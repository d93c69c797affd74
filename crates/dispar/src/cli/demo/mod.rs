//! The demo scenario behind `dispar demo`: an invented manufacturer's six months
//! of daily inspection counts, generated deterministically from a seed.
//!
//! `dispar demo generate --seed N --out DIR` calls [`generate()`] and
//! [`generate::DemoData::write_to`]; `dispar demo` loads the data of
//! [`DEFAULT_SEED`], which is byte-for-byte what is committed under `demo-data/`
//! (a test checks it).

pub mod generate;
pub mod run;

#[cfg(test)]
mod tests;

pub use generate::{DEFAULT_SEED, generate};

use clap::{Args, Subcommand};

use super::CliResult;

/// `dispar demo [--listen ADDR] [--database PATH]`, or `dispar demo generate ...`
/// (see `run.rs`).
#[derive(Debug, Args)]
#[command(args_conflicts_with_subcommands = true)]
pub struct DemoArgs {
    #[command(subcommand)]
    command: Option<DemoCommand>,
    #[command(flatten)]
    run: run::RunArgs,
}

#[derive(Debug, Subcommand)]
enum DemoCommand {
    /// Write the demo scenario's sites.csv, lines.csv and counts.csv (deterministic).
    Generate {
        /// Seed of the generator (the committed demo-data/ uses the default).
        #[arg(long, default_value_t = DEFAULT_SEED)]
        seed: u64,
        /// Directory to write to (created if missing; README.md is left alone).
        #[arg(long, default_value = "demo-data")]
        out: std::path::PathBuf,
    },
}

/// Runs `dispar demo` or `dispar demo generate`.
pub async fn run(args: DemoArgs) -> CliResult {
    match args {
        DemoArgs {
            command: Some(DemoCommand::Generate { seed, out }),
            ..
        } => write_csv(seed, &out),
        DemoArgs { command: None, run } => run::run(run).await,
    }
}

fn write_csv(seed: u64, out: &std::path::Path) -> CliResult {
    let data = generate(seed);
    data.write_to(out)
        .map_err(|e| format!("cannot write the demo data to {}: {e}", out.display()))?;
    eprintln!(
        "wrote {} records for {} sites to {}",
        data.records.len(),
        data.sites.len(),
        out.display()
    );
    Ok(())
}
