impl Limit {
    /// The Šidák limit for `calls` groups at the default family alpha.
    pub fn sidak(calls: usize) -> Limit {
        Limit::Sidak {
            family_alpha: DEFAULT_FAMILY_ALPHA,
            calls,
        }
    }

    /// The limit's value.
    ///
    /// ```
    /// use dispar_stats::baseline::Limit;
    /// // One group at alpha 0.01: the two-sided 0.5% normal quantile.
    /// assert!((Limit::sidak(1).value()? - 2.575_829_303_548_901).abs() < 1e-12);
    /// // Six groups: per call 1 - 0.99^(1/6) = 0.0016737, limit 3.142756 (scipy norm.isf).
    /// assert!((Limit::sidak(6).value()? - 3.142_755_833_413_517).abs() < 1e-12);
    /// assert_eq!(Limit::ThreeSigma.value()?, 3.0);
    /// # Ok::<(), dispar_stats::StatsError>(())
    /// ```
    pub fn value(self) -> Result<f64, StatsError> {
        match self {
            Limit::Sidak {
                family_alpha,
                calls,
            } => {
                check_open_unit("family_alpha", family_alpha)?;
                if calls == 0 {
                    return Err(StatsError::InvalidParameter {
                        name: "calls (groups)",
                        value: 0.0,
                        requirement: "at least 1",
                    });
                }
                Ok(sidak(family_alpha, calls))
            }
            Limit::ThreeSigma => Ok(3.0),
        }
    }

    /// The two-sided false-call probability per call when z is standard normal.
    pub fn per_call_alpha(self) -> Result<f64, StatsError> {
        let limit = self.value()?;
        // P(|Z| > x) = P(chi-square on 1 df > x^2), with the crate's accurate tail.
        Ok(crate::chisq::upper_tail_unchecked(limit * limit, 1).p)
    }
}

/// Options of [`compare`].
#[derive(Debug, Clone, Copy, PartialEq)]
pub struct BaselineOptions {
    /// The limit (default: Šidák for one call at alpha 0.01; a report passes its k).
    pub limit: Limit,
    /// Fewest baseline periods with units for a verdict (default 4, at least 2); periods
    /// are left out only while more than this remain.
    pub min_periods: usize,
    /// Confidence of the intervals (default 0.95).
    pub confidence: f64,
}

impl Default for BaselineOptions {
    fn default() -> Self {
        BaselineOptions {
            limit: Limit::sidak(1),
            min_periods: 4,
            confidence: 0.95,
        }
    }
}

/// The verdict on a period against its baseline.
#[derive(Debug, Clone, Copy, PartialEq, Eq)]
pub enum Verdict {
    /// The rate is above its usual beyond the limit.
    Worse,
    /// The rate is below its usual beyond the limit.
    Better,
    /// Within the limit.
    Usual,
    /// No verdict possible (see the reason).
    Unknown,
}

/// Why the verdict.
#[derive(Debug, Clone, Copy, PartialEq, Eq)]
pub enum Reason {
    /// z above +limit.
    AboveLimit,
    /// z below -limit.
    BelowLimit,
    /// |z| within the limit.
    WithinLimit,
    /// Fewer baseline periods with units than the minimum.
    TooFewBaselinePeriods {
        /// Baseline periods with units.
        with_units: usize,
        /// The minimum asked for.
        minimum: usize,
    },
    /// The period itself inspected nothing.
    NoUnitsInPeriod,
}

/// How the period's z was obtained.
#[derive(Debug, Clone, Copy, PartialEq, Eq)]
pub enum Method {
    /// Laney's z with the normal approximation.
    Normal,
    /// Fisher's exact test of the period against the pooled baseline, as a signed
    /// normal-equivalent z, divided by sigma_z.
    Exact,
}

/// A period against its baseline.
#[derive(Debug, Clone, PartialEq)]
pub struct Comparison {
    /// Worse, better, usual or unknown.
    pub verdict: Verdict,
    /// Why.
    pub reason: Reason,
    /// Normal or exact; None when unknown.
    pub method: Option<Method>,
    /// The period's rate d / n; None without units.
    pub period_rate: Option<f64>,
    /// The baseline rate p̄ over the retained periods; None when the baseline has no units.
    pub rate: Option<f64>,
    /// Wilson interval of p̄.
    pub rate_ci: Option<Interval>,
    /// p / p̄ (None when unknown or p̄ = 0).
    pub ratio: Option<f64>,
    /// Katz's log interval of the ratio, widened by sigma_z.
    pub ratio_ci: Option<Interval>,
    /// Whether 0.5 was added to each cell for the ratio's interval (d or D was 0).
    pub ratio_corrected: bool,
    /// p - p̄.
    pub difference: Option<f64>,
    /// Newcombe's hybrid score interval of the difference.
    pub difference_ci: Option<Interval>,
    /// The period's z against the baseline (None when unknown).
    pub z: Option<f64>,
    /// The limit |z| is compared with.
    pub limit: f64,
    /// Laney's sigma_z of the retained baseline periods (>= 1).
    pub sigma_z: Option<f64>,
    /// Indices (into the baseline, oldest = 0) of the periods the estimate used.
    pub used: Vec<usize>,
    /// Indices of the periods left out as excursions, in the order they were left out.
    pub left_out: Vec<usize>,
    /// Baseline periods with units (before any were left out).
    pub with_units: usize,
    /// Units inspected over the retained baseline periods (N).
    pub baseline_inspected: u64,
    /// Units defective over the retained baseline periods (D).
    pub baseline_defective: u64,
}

—————

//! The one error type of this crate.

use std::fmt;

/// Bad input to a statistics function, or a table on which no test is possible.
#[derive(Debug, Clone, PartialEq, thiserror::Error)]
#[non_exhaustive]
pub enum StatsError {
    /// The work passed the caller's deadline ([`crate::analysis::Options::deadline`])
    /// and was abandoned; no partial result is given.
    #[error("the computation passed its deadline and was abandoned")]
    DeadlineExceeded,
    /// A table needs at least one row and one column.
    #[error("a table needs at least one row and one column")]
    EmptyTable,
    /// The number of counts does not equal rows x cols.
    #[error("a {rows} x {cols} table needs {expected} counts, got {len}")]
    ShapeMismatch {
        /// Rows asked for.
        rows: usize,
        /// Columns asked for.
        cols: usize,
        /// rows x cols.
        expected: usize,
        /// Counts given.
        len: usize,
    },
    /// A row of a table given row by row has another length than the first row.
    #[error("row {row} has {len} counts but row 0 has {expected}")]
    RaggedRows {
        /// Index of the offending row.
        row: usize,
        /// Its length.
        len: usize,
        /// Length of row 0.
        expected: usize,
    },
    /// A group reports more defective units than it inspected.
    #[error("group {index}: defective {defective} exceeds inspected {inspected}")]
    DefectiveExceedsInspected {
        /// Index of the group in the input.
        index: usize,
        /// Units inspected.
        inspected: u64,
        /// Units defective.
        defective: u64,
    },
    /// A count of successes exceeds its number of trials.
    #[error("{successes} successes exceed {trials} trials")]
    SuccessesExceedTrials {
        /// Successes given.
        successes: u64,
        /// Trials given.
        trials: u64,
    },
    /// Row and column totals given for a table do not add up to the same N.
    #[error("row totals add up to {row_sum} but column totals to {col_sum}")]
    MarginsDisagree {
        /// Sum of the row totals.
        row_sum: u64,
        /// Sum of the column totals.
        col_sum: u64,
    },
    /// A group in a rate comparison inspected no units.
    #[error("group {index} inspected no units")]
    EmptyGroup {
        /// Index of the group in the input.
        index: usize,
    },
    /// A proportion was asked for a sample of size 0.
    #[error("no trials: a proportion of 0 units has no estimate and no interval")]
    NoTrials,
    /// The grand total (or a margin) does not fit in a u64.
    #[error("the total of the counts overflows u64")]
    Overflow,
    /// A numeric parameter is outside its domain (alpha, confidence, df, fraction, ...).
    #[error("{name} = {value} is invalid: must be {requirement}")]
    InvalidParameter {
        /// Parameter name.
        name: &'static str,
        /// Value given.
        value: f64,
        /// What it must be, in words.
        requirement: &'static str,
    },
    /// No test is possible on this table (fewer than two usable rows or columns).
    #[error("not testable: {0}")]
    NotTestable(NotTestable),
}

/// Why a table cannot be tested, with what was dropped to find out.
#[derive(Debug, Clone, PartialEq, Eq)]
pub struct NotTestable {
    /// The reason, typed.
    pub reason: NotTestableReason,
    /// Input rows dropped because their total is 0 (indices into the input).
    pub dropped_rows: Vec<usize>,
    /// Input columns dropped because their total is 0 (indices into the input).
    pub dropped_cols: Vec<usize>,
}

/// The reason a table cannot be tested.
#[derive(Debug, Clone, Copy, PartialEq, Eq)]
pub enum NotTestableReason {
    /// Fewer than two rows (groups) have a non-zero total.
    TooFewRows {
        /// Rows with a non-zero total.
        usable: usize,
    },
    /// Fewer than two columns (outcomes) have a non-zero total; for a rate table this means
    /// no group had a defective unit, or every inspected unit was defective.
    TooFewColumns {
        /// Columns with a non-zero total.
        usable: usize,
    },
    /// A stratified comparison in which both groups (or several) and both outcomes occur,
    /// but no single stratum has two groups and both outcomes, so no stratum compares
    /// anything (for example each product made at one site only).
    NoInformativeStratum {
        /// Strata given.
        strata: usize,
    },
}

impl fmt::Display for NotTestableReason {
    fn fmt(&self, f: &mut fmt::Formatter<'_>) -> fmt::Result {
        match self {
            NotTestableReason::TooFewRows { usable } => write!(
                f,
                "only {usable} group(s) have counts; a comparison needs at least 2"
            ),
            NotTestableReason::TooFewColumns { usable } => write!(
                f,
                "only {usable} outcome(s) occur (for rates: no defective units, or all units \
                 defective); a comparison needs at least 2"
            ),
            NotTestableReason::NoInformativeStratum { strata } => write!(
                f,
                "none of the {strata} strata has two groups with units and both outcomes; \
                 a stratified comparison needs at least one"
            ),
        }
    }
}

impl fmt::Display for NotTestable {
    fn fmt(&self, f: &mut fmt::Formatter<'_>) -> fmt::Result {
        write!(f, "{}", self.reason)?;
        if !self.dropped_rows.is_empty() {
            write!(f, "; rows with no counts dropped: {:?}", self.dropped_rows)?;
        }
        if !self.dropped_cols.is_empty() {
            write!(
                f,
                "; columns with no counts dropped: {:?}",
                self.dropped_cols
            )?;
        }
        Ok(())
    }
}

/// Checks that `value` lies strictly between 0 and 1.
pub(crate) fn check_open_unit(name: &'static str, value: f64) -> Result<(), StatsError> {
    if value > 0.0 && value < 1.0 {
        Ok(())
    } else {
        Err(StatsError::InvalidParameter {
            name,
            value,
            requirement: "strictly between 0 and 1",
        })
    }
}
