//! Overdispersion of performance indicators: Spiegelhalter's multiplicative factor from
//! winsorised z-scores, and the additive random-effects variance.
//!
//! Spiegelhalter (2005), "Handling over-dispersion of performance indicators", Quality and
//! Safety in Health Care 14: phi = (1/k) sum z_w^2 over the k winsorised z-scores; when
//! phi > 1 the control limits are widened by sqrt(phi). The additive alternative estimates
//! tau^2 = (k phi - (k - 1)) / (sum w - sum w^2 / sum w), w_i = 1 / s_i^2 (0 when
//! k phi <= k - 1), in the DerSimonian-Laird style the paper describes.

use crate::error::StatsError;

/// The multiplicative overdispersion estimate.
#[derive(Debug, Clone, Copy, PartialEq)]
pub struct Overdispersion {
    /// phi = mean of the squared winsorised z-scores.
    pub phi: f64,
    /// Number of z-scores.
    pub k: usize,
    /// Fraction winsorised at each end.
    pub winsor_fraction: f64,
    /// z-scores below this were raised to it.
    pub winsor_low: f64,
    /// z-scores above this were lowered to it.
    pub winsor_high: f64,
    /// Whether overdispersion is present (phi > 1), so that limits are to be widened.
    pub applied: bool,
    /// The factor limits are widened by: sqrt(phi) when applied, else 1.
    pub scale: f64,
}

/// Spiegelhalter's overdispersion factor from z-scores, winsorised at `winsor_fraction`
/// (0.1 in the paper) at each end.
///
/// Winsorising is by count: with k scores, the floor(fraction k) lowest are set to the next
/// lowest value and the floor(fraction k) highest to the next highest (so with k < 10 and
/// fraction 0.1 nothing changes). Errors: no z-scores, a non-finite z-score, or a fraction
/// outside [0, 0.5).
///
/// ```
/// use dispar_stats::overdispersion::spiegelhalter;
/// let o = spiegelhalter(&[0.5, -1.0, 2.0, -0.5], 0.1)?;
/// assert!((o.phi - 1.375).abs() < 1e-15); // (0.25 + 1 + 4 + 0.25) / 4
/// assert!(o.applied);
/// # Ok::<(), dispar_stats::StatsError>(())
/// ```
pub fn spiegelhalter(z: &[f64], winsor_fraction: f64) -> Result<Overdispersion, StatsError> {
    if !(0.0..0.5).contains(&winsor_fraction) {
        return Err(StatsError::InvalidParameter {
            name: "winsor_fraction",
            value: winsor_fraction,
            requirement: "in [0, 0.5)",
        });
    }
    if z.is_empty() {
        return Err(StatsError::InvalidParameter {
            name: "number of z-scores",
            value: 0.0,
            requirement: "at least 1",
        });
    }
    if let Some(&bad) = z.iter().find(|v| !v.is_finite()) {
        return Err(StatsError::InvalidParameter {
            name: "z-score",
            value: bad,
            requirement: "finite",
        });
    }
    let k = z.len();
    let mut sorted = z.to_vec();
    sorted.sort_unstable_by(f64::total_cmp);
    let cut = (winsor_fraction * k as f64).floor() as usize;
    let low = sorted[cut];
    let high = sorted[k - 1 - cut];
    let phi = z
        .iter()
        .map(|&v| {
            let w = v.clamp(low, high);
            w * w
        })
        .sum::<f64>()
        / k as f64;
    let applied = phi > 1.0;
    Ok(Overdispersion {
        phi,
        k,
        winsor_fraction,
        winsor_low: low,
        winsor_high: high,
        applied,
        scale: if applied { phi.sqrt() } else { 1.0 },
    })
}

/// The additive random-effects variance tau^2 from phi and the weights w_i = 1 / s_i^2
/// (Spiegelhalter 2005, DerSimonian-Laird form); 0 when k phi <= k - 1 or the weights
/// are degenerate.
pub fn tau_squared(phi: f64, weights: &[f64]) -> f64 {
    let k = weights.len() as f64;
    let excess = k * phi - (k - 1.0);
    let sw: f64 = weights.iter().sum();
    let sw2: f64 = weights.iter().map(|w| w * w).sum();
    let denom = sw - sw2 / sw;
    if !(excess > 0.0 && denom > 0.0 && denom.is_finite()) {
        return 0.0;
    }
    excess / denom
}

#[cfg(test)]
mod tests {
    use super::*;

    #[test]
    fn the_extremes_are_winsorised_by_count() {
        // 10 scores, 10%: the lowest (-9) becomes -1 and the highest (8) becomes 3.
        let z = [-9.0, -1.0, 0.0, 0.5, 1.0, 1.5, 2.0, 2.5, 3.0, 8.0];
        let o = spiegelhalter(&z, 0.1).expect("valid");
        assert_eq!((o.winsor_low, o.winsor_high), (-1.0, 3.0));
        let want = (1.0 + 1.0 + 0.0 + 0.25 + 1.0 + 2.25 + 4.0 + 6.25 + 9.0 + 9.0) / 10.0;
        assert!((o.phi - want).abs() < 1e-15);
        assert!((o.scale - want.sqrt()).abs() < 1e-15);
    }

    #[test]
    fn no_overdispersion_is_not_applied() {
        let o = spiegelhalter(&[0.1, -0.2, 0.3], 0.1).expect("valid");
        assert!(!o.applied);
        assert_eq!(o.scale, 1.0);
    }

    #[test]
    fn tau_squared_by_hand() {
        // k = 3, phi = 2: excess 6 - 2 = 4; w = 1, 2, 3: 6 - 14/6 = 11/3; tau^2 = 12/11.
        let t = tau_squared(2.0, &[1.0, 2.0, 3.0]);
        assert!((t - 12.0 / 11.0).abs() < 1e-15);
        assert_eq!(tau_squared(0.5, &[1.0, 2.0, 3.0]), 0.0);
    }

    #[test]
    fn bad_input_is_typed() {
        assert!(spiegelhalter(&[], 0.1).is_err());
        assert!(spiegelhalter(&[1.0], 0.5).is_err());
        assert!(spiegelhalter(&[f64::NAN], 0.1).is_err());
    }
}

—————

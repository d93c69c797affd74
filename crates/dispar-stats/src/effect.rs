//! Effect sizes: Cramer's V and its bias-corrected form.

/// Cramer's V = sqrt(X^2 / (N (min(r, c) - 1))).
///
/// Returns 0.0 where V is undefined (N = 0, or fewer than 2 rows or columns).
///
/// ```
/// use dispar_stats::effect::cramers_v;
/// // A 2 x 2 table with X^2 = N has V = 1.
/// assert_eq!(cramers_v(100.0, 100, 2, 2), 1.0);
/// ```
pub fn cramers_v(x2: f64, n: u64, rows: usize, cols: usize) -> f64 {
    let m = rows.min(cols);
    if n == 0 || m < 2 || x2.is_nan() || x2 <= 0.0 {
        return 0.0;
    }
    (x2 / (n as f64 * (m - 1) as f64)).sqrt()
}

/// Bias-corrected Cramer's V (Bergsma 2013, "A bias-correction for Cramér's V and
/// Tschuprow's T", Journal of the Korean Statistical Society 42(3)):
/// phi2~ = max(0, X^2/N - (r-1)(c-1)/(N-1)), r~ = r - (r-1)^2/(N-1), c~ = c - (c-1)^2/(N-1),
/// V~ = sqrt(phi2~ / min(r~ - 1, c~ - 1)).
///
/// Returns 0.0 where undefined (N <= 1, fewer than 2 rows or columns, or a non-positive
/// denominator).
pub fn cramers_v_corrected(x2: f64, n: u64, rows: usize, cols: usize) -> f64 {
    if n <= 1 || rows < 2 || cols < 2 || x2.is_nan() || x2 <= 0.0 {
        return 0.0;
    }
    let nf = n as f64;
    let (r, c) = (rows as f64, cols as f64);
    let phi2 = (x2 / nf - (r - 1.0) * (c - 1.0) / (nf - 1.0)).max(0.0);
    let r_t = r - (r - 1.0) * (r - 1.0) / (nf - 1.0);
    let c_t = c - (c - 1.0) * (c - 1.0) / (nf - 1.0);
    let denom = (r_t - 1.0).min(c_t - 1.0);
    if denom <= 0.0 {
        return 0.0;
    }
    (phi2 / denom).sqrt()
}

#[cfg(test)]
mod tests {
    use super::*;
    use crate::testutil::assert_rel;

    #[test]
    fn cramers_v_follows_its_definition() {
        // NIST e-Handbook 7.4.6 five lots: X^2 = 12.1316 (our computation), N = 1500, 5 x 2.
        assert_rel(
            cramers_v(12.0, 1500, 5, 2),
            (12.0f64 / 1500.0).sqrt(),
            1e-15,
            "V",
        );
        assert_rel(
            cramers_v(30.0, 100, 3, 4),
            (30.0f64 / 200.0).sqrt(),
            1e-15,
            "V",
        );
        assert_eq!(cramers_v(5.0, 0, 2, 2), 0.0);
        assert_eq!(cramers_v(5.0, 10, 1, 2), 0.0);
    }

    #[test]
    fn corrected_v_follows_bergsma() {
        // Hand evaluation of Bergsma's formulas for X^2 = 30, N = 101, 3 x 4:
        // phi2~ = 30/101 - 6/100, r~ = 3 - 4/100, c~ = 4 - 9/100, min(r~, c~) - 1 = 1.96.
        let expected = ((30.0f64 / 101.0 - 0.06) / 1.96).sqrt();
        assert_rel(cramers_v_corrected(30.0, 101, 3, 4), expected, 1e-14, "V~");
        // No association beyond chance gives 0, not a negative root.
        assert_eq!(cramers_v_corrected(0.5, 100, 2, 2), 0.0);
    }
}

—————

TASK OBJECTIVE:
Every line above from the line with "uses the default)." to the line with "data.write_to(out)", inclusive, must be returned exactly; no other line belongs in the reply.

OUTPUT OF THE TASK:
        /// Seed of the generator (the committed demo-data/ uses the default).
        #[arg(long, default_value_t = DEFAULT_SEED)]
        seed: u64,
        /// Directory to write to (created if missing; README.md is left alone).
        #[arg(long, default_value = "demo-data")]
        out: std::path::PathBuf,
    },
}

/// Runs `dispar demo` or `dispar demo generate`.
pub async fn run(args: DemoArgs) -> CliResult {
    match args {
        DemoArgs {
            command: Some(DemoCommand::Generate { seed, out }),
            ..
        } => write_csv(seed, &out),
        DemoArgs { command: None, run } => run::run(run).await,
    }
}

fn write_csv(seed: u64, out: &std::path::Path) -> CliResult {
    let data = generate(seed);
    data.write_to(out)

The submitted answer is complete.